Directions for this task: Within the material below, how many lines include the word "zeta"? Only the number should be given.

Data to use:
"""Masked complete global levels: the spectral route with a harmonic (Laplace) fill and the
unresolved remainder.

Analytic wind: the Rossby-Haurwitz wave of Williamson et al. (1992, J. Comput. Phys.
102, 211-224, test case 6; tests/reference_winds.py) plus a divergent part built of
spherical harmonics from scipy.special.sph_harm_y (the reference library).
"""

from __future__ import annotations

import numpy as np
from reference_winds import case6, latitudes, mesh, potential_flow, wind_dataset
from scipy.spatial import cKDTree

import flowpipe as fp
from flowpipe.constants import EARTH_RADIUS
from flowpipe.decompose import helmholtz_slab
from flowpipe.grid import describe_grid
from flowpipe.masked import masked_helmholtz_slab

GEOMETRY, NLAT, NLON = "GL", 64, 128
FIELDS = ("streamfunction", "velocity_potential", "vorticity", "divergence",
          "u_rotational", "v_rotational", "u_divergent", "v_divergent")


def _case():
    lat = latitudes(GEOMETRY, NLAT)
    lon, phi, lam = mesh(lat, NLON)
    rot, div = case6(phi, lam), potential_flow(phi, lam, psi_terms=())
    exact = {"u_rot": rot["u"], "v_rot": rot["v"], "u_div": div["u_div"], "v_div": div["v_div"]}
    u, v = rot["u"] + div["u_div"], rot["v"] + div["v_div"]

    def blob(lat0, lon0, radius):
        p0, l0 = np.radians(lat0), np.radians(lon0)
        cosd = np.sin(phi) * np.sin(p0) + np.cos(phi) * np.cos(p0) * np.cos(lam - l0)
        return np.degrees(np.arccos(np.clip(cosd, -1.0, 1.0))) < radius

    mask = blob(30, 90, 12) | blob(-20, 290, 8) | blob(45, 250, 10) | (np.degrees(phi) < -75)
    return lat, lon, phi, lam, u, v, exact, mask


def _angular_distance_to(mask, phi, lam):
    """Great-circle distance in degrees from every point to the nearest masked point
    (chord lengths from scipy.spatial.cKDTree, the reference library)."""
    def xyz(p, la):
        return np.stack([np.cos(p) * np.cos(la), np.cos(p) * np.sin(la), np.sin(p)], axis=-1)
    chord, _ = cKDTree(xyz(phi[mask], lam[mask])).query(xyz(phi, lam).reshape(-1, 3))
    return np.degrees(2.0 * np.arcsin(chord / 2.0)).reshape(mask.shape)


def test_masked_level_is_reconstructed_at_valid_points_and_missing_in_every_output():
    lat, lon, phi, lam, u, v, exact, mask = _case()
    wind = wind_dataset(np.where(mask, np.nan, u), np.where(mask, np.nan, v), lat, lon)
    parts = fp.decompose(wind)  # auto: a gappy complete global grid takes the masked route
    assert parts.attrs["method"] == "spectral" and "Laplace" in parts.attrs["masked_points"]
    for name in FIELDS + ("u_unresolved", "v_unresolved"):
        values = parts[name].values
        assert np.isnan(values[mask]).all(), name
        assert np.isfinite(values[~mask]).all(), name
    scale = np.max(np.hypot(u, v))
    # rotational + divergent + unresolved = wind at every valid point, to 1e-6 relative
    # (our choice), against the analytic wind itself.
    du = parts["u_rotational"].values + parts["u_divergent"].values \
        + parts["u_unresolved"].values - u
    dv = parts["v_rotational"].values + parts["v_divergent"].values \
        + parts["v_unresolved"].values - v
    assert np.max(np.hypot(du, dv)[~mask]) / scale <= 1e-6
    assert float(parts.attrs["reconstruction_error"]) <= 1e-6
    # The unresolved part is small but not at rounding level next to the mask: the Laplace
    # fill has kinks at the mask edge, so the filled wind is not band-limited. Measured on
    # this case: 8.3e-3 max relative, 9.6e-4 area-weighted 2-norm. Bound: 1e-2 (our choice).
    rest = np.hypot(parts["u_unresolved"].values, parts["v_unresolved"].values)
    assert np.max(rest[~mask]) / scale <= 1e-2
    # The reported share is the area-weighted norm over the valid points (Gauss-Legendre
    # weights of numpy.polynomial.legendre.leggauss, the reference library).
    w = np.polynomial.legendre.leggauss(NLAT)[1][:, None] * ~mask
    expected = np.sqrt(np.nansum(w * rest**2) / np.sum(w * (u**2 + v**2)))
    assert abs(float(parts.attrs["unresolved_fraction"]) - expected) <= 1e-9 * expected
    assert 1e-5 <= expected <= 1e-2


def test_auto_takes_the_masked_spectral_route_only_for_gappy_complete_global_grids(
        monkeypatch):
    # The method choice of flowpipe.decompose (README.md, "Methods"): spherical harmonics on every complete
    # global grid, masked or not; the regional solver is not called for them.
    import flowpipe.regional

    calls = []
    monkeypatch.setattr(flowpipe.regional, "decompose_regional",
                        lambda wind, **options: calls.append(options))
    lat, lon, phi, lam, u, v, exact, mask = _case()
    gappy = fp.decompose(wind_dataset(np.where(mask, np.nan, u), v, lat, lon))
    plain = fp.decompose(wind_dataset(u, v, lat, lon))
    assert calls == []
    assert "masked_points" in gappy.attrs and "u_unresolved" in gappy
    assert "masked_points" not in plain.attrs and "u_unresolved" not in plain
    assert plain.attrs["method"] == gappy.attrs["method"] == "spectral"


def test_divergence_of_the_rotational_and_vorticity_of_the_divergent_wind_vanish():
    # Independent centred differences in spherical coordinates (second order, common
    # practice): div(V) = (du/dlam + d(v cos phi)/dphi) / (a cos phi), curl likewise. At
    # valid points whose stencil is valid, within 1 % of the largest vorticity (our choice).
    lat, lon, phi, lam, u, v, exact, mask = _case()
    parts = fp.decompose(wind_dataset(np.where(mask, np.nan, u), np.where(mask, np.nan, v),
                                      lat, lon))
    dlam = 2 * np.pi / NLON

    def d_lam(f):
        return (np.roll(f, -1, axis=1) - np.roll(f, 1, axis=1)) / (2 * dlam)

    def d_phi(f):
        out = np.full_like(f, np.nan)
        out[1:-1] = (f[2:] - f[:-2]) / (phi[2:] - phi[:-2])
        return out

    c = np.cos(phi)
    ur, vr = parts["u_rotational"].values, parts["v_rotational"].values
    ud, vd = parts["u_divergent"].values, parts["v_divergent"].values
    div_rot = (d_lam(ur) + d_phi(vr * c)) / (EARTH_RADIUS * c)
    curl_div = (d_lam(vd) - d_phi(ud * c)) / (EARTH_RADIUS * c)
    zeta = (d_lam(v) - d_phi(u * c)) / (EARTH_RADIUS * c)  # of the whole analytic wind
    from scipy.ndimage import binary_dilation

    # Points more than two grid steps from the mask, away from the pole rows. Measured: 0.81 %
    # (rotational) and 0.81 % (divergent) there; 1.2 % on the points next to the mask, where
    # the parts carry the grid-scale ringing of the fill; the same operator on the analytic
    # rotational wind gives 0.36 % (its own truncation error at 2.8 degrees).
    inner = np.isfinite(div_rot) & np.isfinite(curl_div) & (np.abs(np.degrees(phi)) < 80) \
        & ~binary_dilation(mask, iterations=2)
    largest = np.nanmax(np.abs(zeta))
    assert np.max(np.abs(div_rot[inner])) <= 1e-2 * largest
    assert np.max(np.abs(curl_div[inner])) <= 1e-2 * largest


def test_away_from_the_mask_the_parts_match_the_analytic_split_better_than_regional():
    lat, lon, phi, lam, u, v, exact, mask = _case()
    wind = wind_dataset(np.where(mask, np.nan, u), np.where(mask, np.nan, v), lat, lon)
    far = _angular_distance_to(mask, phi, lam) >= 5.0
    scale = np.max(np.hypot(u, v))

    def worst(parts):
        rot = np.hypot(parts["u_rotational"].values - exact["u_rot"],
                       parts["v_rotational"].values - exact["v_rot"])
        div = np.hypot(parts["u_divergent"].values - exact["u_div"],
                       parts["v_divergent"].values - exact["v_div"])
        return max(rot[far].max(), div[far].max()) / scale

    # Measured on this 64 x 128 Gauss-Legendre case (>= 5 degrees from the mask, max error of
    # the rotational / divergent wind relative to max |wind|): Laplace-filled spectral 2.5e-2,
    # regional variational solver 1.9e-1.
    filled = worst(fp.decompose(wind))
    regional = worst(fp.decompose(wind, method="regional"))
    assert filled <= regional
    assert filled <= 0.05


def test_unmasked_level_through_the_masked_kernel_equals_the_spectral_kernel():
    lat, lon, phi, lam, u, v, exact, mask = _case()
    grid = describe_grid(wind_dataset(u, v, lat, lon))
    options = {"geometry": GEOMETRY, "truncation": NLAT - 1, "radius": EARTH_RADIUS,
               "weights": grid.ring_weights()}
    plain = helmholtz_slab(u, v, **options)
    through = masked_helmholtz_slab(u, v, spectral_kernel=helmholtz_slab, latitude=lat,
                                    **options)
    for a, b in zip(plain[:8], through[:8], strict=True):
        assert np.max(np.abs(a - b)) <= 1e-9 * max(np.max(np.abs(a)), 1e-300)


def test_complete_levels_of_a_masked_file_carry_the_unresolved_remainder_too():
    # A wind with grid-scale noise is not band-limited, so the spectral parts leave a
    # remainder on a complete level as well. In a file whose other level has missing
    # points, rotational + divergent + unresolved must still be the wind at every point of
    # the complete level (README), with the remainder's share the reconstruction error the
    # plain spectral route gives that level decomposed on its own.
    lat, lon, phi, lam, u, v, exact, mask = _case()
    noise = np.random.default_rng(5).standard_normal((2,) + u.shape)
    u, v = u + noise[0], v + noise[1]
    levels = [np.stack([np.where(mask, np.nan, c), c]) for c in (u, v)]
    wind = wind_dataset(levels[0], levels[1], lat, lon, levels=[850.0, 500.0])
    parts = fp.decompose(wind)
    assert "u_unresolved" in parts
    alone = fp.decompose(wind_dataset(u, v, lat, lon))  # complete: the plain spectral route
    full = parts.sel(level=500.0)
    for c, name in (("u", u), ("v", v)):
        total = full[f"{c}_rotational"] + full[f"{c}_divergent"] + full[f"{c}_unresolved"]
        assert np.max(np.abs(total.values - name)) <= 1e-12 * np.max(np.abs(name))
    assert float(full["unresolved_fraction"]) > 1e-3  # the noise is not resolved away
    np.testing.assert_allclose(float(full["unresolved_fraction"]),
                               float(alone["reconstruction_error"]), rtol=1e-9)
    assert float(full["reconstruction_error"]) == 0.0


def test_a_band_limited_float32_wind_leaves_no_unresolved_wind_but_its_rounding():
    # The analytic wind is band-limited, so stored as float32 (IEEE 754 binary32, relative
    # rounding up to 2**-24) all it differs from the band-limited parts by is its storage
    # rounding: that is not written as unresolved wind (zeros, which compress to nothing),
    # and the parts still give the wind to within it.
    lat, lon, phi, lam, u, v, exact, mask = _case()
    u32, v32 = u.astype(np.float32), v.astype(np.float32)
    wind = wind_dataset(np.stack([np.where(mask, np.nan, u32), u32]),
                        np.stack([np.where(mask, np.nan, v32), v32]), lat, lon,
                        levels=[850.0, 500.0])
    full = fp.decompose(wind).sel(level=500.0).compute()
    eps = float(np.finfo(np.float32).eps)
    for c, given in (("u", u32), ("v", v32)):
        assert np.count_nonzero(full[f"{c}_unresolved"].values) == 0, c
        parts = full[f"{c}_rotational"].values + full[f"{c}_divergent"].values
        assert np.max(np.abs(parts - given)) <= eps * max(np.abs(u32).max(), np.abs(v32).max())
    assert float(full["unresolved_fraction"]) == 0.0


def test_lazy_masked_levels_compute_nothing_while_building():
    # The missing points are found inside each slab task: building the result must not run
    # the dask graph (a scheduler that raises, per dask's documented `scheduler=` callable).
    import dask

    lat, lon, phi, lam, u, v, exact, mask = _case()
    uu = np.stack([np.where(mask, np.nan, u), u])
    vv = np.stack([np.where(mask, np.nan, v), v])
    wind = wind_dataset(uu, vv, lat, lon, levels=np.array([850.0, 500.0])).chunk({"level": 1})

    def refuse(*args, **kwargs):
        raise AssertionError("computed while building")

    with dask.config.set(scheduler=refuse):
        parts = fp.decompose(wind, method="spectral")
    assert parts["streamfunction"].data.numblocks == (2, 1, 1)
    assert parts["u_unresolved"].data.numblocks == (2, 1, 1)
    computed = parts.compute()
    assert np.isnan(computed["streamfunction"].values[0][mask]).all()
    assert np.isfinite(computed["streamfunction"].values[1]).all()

...

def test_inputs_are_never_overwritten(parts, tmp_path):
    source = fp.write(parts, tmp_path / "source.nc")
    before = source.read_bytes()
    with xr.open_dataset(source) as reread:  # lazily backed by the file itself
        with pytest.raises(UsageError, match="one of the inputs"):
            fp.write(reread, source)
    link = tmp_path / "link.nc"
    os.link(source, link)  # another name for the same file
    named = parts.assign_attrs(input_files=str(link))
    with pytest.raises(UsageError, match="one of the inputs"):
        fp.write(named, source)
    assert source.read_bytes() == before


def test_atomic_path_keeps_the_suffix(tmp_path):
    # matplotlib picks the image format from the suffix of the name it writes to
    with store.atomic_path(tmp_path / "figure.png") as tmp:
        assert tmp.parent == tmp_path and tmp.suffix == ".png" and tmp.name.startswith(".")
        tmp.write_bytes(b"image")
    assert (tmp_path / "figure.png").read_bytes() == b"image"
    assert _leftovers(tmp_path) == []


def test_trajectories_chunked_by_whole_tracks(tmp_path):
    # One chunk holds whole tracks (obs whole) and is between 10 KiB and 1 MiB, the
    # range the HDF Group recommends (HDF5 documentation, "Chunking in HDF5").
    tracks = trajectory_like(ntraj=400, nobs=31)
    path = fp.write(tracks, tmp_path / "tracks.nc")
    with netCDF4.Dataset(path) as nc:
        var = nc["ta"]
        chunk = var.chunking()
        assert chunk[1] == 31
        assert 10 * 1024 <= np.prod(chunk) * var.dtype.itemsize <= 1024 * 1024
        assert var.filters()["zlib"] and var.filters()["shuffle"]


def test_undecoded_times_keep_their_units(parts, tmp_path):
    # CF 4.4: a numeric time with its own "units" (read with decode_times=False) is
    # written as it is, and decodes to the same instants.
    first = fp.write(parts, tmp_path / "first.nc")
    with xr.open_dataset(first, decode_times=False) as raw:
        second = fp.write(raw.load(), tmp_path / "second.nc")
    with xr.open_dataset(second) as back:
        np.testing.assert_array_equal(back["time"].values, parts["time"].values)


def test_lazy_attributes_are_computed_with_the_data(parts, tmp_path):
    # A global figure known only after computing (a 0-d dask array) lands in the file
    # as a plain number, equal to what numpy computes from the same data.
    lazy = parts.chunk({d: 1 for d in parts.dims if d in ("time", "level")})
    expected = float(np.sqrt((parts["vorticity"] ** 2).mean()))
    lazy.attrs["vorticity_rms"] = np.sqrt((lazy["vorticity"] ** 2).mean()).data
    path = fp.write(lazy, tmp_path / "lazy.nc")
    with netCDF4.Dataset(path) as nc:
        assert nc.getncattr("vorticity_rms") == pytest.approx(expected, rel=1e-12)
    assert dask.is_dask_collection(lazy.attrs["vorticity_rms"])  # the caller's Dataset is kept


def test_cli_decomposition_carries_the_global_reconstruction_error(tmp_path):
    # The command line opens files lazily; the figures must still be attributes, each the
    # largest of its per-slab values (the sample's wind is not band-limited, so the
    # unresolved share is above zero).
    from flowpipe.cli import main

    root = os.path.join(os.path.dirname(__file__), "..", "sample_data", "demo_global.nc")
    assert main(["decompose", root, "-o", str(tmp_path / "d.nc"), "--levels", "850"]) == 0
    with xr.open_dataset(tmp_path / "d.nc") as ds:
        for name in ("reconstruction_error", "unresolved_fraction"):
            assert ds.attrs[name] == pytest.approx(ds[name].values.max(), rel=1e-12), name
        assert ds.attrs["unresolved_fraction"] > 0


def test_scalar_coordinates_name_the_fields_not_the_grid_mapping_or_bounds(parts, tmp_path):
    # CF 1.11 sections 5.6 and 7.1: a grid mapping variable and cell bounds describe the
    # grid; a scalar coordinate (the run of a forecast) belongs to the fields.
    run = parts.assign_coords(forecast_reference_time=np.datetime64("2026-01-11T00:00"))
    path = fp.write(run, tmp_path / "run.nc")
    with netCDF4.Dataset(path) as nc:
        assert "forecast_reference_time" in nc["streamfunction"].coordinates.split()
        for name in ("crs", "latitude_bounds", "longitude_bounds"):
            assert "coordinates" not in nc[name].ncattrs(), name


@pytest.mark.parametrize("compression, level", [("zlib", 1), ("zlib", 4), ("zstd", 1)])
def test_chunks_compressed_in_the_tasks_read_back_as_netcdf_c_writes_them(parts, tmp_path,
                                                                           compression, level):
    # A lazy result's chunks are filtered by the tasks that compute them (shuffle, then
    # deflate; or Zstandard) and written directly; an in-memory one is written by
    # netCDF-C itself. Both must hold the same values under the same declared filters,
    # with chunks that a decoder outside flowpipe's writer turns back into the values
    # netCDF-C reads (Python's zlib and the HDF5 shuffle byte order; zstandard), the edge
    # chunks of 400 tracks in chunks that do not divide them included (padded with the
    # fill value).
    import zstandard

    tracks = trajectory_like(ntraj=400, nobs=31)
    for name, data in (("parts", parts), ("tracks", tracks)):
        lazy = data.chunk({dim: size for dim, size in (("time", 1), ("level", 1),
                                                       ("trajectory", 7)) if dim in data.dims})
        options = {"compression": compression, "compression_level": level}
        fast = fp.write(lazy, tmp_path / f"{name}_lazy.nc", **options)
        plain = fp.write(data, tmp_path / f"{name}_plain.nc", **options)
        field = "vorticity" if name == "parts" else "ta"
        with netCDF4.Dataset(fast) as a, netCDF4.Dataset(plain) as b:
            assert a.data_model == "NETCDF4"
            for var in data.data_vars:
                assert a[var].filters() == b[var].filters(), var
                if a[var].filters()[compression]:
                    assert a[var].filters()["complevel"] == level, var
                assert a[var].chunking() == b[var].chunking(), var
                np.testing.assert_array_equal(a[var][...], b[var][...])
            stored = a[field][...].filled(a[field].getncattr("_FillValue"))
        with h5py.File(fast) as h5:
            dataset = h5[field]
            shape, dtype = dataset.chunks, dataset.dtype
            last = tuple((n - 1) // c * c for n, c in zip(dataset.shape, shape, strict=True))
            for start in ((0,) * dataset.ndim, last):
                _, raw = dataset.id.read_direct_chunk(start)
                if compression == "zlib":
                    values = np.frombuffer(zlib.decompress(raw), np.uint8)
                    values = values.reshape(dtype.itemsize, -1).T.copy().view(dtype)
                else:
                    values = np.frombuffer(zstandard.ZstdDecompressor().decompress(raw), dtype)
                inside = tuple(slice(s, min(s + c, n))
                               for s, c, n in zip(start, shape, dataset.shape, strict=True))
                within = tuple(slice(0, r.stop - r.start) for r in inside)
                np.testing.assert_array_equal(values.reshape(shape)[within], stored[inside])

Task output: 2